Dataset entries:
::::

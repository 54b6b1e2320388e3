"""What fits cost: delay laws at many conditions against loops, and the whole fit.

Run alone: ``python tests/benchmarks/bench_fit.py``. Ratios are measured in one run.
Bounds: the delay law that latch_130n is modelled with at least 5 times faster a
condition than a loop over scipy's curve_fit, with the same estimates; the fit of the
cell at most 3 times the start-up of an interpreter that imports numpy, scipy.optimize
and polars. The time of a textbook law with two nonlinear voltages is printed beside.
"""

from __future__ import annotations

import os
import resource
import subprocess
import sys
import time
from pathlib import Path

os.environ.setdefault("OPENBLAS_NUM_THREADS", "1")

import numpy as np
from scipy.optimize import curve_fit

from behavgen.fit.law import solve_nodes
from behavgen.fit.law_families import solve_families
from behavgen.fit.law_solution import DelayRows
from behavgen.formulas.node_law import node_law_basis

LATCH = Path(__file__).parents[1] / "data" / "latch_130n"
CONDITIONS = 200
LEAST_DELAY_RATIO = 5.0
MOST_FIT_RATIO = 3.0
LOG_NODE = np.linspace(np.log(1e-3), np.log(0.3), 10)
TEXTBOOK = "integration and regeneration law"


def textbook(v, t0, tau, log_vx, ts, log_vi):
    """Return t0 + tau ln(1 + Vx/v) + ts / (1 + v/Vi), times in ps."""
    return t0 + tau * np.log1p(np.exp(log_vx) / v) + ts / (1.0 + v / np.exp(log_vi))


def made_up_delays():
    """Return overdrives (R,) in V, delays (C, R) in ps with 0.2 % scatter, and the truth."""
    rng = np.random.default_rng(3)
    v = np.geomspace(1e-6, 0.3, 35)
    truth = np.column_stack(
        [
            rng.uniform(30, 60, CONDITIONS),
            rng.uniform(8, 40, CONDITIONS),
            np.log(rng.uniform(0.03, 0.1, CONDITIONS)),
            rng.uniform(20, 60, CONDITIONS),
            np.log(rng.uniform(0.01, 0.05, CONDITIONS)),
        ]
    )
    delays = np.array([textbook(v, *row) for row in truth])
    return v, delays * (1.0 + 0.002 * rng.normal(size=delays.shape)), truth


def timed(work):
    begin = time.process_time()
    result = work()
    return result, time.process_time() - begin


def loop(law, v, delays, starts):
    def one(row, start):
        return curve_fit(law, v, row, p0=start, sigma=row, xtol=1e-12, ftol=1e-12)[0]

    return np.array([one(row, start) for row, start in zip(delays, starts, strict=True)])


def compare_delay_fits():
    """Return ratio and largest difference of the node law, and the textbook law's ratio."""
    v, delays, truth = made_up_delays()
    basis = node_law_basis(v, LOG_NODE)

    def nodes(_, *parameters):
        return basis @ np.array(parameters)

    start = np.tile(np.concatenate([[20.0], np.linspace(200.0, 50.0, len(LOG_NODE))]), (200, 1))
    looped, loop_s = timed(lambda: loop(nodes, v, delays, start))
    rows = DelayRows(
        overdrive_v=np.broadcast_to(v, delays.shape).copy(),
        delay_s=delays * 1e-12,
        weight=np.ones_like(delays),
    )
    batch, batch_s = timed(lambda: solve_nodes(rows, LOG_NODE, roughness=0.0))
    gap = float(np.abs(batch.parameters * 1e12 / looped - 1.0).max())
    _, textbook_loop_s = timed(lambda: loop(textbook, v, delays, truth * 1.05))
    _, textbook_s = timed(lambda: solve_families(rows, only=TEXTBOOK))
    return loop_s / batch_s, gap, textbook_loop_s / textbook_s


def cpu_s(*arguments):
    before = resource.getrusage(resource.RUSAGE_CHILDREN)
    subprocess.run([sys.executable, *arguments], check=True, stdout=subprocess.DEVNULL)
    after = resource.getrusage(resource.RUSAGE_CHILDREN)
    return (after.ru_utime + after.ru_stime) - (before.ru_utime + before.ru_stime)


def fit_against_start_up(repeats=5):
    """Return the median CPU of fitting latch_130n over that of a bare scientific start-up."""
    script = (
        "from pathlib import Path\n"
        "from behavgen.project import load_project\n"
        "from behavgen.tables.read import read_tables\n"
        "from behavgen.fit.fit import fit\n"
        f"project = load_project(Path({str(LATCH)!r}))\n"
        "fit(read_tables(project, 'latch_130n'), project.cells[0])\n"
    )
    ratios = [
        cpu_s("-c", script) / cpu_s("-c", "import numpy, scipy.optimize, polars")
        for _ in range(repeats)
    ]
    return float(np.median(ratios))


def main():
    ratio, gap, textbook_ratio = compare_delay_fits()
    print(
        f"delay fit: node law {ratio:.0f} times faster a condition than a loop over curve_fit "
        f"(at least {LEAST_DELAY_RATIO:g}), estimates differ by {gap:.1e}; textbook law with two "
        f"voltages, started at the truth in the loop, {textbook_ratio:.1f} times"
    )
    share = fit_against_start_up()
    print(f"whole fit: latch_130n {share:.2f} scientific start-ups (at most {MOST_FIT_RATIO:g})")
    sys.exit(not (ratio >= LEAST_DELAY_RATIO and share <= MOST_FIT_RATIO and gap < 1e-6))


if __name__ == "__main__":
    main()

::::

▶ **Required work**
Wherever the string "with" occurs in the records above, copy that line.

▶ **Exercise response**
Bounds: the delay law that latch_130n is modelled with at least 5 times faster a
condition than a loop over scipy's curve_fit, with the same estimates; the fit of the
and polars. The time of a textbook law with two nonlinear voltages is printed beside.
    """Return overdrives (R,) in V, delays (C, R) in ps with 0.2 % scatter, and the truth."""
        f"(at least {LEAST_DELAY_RATIO:g}), estimates differ by {gap:.1e}; textbook law with two "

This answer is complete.